Tag: Linear Regression, Assumptions, Statistics, Data Analysis

  • What Are the Assumptions of Linear Regression, and How Would You Validate Them in a Model?

    Linear regression is a widely used statistical method for modeling the relationship between a dependent variable and one or more independent variables. It relies on several key assumptions:

    1. **Linearity**: The relationship between the independent and dependent variables should be linear. You can validate this assumption by creating scatter plots.

    2. **Independence**: The residuals (errors) should be independent. This can be checked using the Durbin-Watson test.

    3. **Homoscedasticity**: The residuals should have constant variance at all levels of the independent variables. A residual plot can help check for this.

    4. **Normality**: The residuals should be normally distributed. This can be assessed using a Q-Q plot or the Shapiro-Wilk test.

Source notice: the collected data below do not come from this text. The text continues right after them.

from collections import Counter
from itertools import product

import networkx
import numpy as np
import pytest
from hypothesis import given, settings
from hypothesis import strategies as st
from scipy.stats import chisquare
from steadfield.algorithms.numeric import growth
from steadfield.algorithms.numeric.balancing import balanced
from steadfield.algorithms.numeric.builders import (
    BALANCED,
    GROWN,
    TREE_CUT,
    Recipe,
    build,
    least_total_for,
)
from steadfield.algorithms.numeric.contiguity import from_pairs
from steadfield.algorithms.numeric.errors import InputError
from steadfield.algorithms.numeric.growth import grown
from steadfield.algorithms.numeric.treezones import short_parts, tree_cut


def board(rows, columns):
    index = np.arange(rows * columns).reshape(rows, columns)
    across = np.c_[index[:, :-1].ravel(), index[:, 1:].ravel()]
    down = np.c_[index[:-1].ravel(), index[1:].ravel()]
    return from_pairs(rows * columns, np.r_[across, down])


def as_networkx(graph):
    made = networkx.Graph()
    made.add_nodes_from(range(graph.units))
    made.add_edges_from(graph.pairs.tolist())
    return made


def canonical(labels):
    """The partition as a sorted tuple of sorted tuples of units, whatever the numbering."""
    zones = {}
    for unit, zone in enumerate(labels):
        zones.setdefault(int(zone), []).append(unit)
    return tuple(sorted(tuple(units) for units in zones.values()))


def assert_contiguous(graph, labels):
    network = as_networkx(graph)
    for row in labels:
        assert set(row) == set(range(row.max() + 1))
        for zone in canonical(row):
            assert networkx.is_connected(network.subgraph(zone))


@st.composite
def random_maps(draw):
    """A random planar-like graph, connected or not, with totals."""
    generator = np.random.default_rng(draw(st.integers(0, 2**32 - 1)))
    graph = board(draw(st.integers(2, 6)), draw(st.integers(2, 6)))
    kept = graph.pairs[generator.random(len(graph.pairs)) < draw(st.sampled_from([0.6, 0.9, 1.0]))]
    totals = generator.integers(0, 20, graph.units).astype(float) + (generator.random() < 0.5)
    return from_pairs(graph.units, kept), totals, generator


@settings(max_examples=40, deadline=None, derandomize=True)
@given(random_maps())
def test_grown_zones_are_contiguous_complete_and_as_many_as_asked(made):
    graph, _, generator = made
    parts = graph.components()[0]
    wanted = int(generator.integers(parts, graph.units + 1))
    labels = grown(graph, wanted, 5, generator)
    assert labels.shape == (5, graph.units)
    assert (labels.max(axis=1) == wanted - 1).all()
    assert_contiguous(graph, labels)


@settings(max_examples=40, deadline=None, derandomize=True)
@given(random_maps())
def test_tree_cut_zones_are_contiguous_and_hold_the_least_total(made):
    graph, totals, generator = made
    _, part = graph.components()
    held = np.bincount(part, totals)
    least = held.max() * generator.uniform(0.05, 1)
    if not least > 0:
        return
    labels = tree_cut(graph, totals, least, 5, generator)
    assert_contiguous(graph, labels)
    for row in labels:
        zone_totals = np.bincount(row, totals)
        short = zone_totals < least
        # only a connected part that holds less than that altogether falls short
        assert short.sum() == short_parts(graph, totals, least) == (held < least).sum()
        assert zone_totals.sum() == totals.sum()


@settings(max_examples=30, deadline=None, derandomize=True)
@given(random_maps())
def test_balanced_zones_are_contiguous_and_within_the_tolerance(made):
    graph, _, generator = made
    if graph.components()[0] > 1:
        return
    totals = generator.uniform(0.8, 1.2, graph.units)
    labels = balanced(graph, totals, 3, 0.6, 4, generator)
    assert_contiguous(graph, labels)
    for row in labels:
        ideal = totals.sum() / 3
        assert (np.abs(np.bincount(row, totals) - ideal) <= 0.6 * ideal * (1 + 1e-6)).all()


@pytest.mark.parametrize("builder", [GROWN, TREE_CUT, BALANCED])
def test_no_zone_crosses_a_kept_line(builder):
    groups = np.repeat([0, 1, 2, 2], 9)
    graph = board(6, 6).within(groups)
    recipe = Recipe(builder, 7, least_total=4, tolerance=0.5)
    labels = build(graph, np.ones(36), recipe, 50, np.random.default_rng(1))
    assert_contiguous(graph, labels)
    for row in labels:
        for zone in canonical(row):
            assert len(set(groups[list(zone)])) == 1


@pytest.mark.parametrize("builder", [GROWN, TREE_CUT, BALANCED])
def test_the_same_generator_gives_the_same_zonings(builder):
    recipe = Recipe(builder, 5, least_total=4, tolerance=0.5)
    first, second = (
        build(board(6, 5), np.ones(30), recipe, 20, np.random.default_rng(7)) for _ in range(2)
    )
    assert np.array_equal(first, second)


def test_sweeping_and_the_heap_grow_the_same_zones_from_the_same_times():
    graph = board(9, 11)
    generator = np.random.default_rng(2)
    seeds = np.argsort(generator.random((200, graph.units)), axis=1)[:, :8]
    times = generator.standard_exponential((len(graph.pairs), 200), dtype=np.float32)
    swept = growth.grow_by_sweeps(growth._sweep_plan(graph), seeds, times)
    assert np.array_equal(swept, growth.grow_by_heap(growth._heap_plan(graph), seeds, times))


def test_growth_is_the_nearest_seed_of_an_independent_shortest_path_library():
    graph = board(6, 6)
    generator = np.random.default_rng(3)
    times = generator.standard_exponential((len(graph.pairs), 10), dtype=np.float32)
    seeds = np.argsort(generator.random((10, 36)), axis=1)[:, :5]
    labels = growth.grow_by_sweeps(growth._sweep_plan(graph), seeds, times)
    for row in range(10):
        network = networkx.Graph()
        for (a, b), time in zip(graph.pairs.tolist(), times[:, row].astype(float)):
            network.add_edge(a, b, weight=time)
        distance = [networkx.single_source_dijkstra_path_length(network, s) for s in seeds[row]]
        nearest = [int(np.argmin([d[u] for d in distance])) for u in range(36)]
        assert labels[row].tolist() == nearest


def eden_law(graph, seeds):
    """Exact law of growth from given seeds: each step crosses one open pair, drawn evenly."""
    neighbours = {u: set() for u in range(graph.units)}
    for a, b in graph.pairs.tolist():
        neighbours[a].add(b)
        neighbours[b].add(a)
    states = {tuple(seeds.index(u) if u in seeds else -1 for u in range(graph.units)): 1.0}
    for _ in range(graph.units - len(seeds)):
        following = Counter()
        for state, chance in states.items():
            moves = [
                (v, state[u])
                for u in range(graph.units)
                if state[u] >= 0
                for v in neighbours[u]
                if state[v] < 0
            ]
            for v, zone in moves:
                after = (*state[:v], zone, *state[v + 1 :])
                following[after] += chance / len(moves)
        states = following
    return states


def test_growth_follows_the_exact_law_of_competing_eden_clusters():
    graph = board(3, 3)
    law = eden_law(graph, [0, 5])
    many = 20_000
    generator = np.random.default_rng(4)
    times = generator.standard_exponential((len(graph.pairs), many), dtype=np.float32)
    seeds = np.tile([0, 5], (many, 1))
    labels = growth.grow_by_sweeps(growth._sweep_plan(graph), seeds, times)
    seen = Counter(map(tuple, labels.tolist()))
    assert set(seen) <= set(law)
    assert chi_squared_p_value(seen, law, many) > 0.001


def chi_squared_p_value(seen, law, many):
    """P-value of the frequencies; outcomes expected fewer than 8 times are pooled."""
    expected = np.array([law[key] * many for key in law])
    observed = np.array([seen.get(key, 0) for key in law])
    rare = expected < 8
    expected = np.r_[expected[~rare], expected[rare].sum()]
    observed = np.r_[observed[~rare], observed[rare].sum()]
    keep = expected > 0
    return chisquare(observed[keep], expected[keep] * observed.sum() / expected.sum()).pvalue


def contiguous_partitions(graph, zones):
    """Every partition into so many contiguous zones, by brute force over all labelings."""
    network = as_networkx(graph)
    found = set()
    for labels in product(range(zones), repeat=graph.units):
        # first occurrences in order: one labeling a partition
        firsts = [labels.index(z) for z in range(zones) if z in labels]
        if len(firsts) < zones or firsts != sorted(firsts):
            continue
        partition = canonical(labels)
        if all(networkx.is_connected(network.subgraph(zone)) for zone in partition):
            found.add(partition)
    return found


def test_grown_zones_reach_every_contiguous_partition_of_a_small_board():
    graph = board(3, 3)
    every = contiguous_partitions(graph, 3)
    labels = np.unique(grown(graph, 3, 60_000, np.random.default_rng(5)), axis=0)
    assert {canonical(row) for row in labels} == every


def spanning_trees(graph):
    """All spanning trees of a small graph, as sets of pair indices."""
    trees = [(frozenset(), tuple(range(graph.units)))]
    for index, (a, b) in enumerate(graph.pairs.tolist()):
        grown_trees = []
        for edges, label in trees:
            grown_trees.append((edges, label))
            if label[a] != label[b]:
                merged = tuple(label[a] if x == label[b] else x for x in label)
                grown_trees.append((edges | {index}, merged))
        trees = grown_trees
    return [edges for edges, label in trees if len(edges) == graph.units - 1]


def chance_of_minimum_tree(graph, edges):
    """Probability that a tree is the minimum one of independent costs.

    The next pair that the greedy construction accepts is drawn evenly from those that still
    join two clusters; so sum over the orders of the tree's pairs, cluster set by cluster set.
    """
    edges = tuple(sorted(edges))
    chances = {frozenset(): 1.0}
    for _ in edges:
        following = Counter()
        for chosen, chance in chances.items():
            label = list(range(graph.units))
            for index in chosen:
                a, b = (label[u] for u in graph.pairs[index])
                label = [a if x == b else x for x in label]
            label = np.array(label)
            crossing = (label[graph.pairs[:, 0]] != label[graph.pairs[:, 1]]).sum()
            for index in edges:
                if index not in chosen:
                    following[chosen | {index}] += chance / crossing
        chances = following
    return chances[frozenset(edges)]


def cut_one_tree(graph, edges, root, totals, least):
    """The rule of the tree-cut, one unit at a time."""
    tree = networkx.Graph([tuple(graph.pairs[index]) for index in edges])
    parent = dict(networkx.bfs_predecessors(tree, root))
    depth = networkx.single_source_shortest_path_length(tree, root)
    held, members = dict(enumerate(totals)), {u: [u] for u in range(graph.units)}
    zones, remainder = [], members[root]
    for unit in sorted(depth, key=lambda u: -depth[u]):
        if held[unit] >= least:
            zones.append((held[unit], unit, members[unit]))
            if unit == root:
                remainder = []
        elif unit != root:
            held[parent[unit]] += held[unit]
            members[parent[unit]].extend(members[unit])
    if remainder:
        hanging = [z for z in zones if parent[z[1]] in remainder]
        min(hanging)[2].extend(remainder)
    return tuple(sorted(tuple(sorted(zone[2])) for zone in zones))


def test_tree_cut_follows_its_exact_law_over_all_spanning_trees():
    graph = board(3, 3)
    totals = np.array([1.0, 2, 1, 1, 3, 1, 2, 1, 1])
    trees = spanning_trees(graph)
    assert len(trees) == 192  # OEIS A007341: spanning trees of the 3 x 3 board
    law = Counter()
    for edges in trees:
        chance = chance_of_minimum_tree(graph, edges)
        for root in range(9):
            law[cut_one_tree(graph, edges, root, totals, 4.0)] += chance / 9
    assert sum(law.values()) == pytest.approx(1)
    many = 30_000
    labels = tree_cut(graph, totals, 4.0, many, np.random.default_rng(6))
    rows, times = np.unique(labels, axis=0, return_counts=True)
    seen = Counter()
    for row, number in zip(rows, times):
        seen[canonical(row)] += int(number)
    assert set(seen) <= set(law)
    assert chi_squared_p_value(seen, law, many) > 0.001


@pytest.mark.parametrize(("zones", "low", "high"), [(4, 3.4, 4.6), (12, 11, 13), (30, 27, 33)])
def test_a_least_total_is_found_for_a_number_of_zones(zones, low, high):
    graph, totals = board(15, 15), np.ones(225)
    least = least_total_for(graph, totals, zones, np.random.default_rng(8))
    labels = tree_cut(graph, totals, least, 200, np.random.default_rng(9))
    assert low < (labels.max(axis=1) + 1).mean() < high


def test_separate_parts_get_balanced_zones_by_their_total():
    graph = board(4, 6).within(np.repeat([0, 1], 12))
    totals = np.repeat([3.0, 1.0], 12)
    labels = balanced(graph, totals, 4, 0.4, 20, np.random.default_rng(10))
    for row in labels:
        assert len(set(row[:12])) == 3 and len(set(row[12:])) == 1


@pytest.mark.parametrize(
    ("make", "words"),
    [
        (lambda g, r: grown(g, 31, 1, r), "31 zones cannot be made of 30 units"),
        (lambda g, r: grown(g.within(np.arange(30) % 2), 3, 1, r), "KEEP_WITHIN"),
        (lambda g, r: tree_cut(g, np.ones(30), 31.0, 1, r), "31 is more than there is"),
        (lambda g, r: tree_cut(g, np.ones(30), 0.0, 1, r), "above 0"),
        (lambda g, r: balanced(g, np.r_[20, np.ones(29)], 3, 0.1, 1, r), "unit number 1 alone"),
        (lambda g, r: balanced(board(2, 3), np.ones(6), 4, 0.0, 1, r), "larger tolerance"),
        (lambda g, r: balanced(g, np.zeros(30), 7, 0.0, 1, r), "holds nothing"),
        (lambda g, r: Recipe("woven", 3), "woven"),
    ],
)
def test_zones_that_cannot_be_made_are_refused_in_words(make, words, monkeypatch):
    monkeypatch.setattr("steadfield.algorithms.numeric.balancing.FRESH_STARTS", 3)
    with pytest.raises(InputError, match=words):
        make(board(5, 6), np.random.default_rng(0))


def test_regions_without_a_cut_are_joined_again_until_narrow_zones_are_found():
    # six units a zone, the largest more than twice the smallest: many cuts lead nowhere
    generator = np.random.default_rng(11)
    graph, totals = board(20, 20), generator.integers(6, 15, 400).astype(float)
    labels = balanced(graph, totals, 66, 0.2, 4, generator)
    assert_contiguous(graph, labels)
    ideal = totals.sum() / 66
    for row in labels:
        assert (np.abs(np.bincount(row, totals) - ideal) <= 0.2 * ideal * (1 + 1e-6)).all()


@pytest.mark.parametrize("builder", [GROWN, TREE_CUT, BALANCED])
@pytest.mark.parametrize("side", [30, 90])
def test_progress_rises_and_is_called_often_while_zonings_are_made(builder, side):
    graph = board(side, side)
    recipe = Recipe(builder, 40, least_total=side**2 / 60, tolerance=0.3)
    many = {30: 400, 90: 60}[side] if builder != BALANCED else 6
    shares = []
    build(graph, np.ones(side**2), recipe, many, np.random.default_rng(1), shares.append)
    assert sorted(shares) == shares and shares[0] >= 0 and shares[-1] < 1
    assert len(set(shares)) >= 4


def test_one_zone_and_a_zone_a_unit_are_made():
    graph = board(3, 4)
    generator = np.random.default_rng(1)
    assert (grown(graph, 1, 3, generator) == 0).all()
    assert (np.sort(grown(graph, 12, 3, generator), axis=1) == np.arange(12)).all()
    assert (balanced(graph, np.ones(12), 1, 0, 3, generator) == 0).all()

    5. **No Multicollinearity**: Independent variables should not be too highly correlated. Variance Inflation Factor (VIF) can be used to check for multicollinearity.

    Here’s an example of validating assumptions using Python and the `statsmodels` library:


    import statsmodels.api as sm
    import matplotlib.pyplot as plt
    import numpy as np

    # Sample data
    X = np.random.rand(100)
    Y = 2 * X + np.random.normal(0, 0.1, 100)

    # Fit linear regression model
    X = sm.add_constant(X) # Adds a constant term to the predictor
    model = sm.OLS(Y, X).fit()

    # 1. Check linearity with scatter plot
    plt.scatter(X[:, 1], Y)
    plt.plot(X[:, 1], model.predict(X), color='red')
    plt.title('Linearity Check')
    plt.xlabel('Independent Variable')
    plt.ylabel('Dependent Variable')
    plt.show()

    # 2. Residuals vs Fitted plot for homoscedasticity
    plt.scatter(model.predict(X), model.resid)
    plt.axhline(0, linestyle='--', color='red')
    plt.title('Residuals vs Fitted')
    plt.xlabel('Fitted Values')
    plt.ylabel('Residuals')
    plt.show()

    6. **Conclusion**: Validating the assumptions of linear regression is crucial for the model’s reliability. By ensuring these assumptions hold, you can make more accurate predictions and draw meaningful conclusions.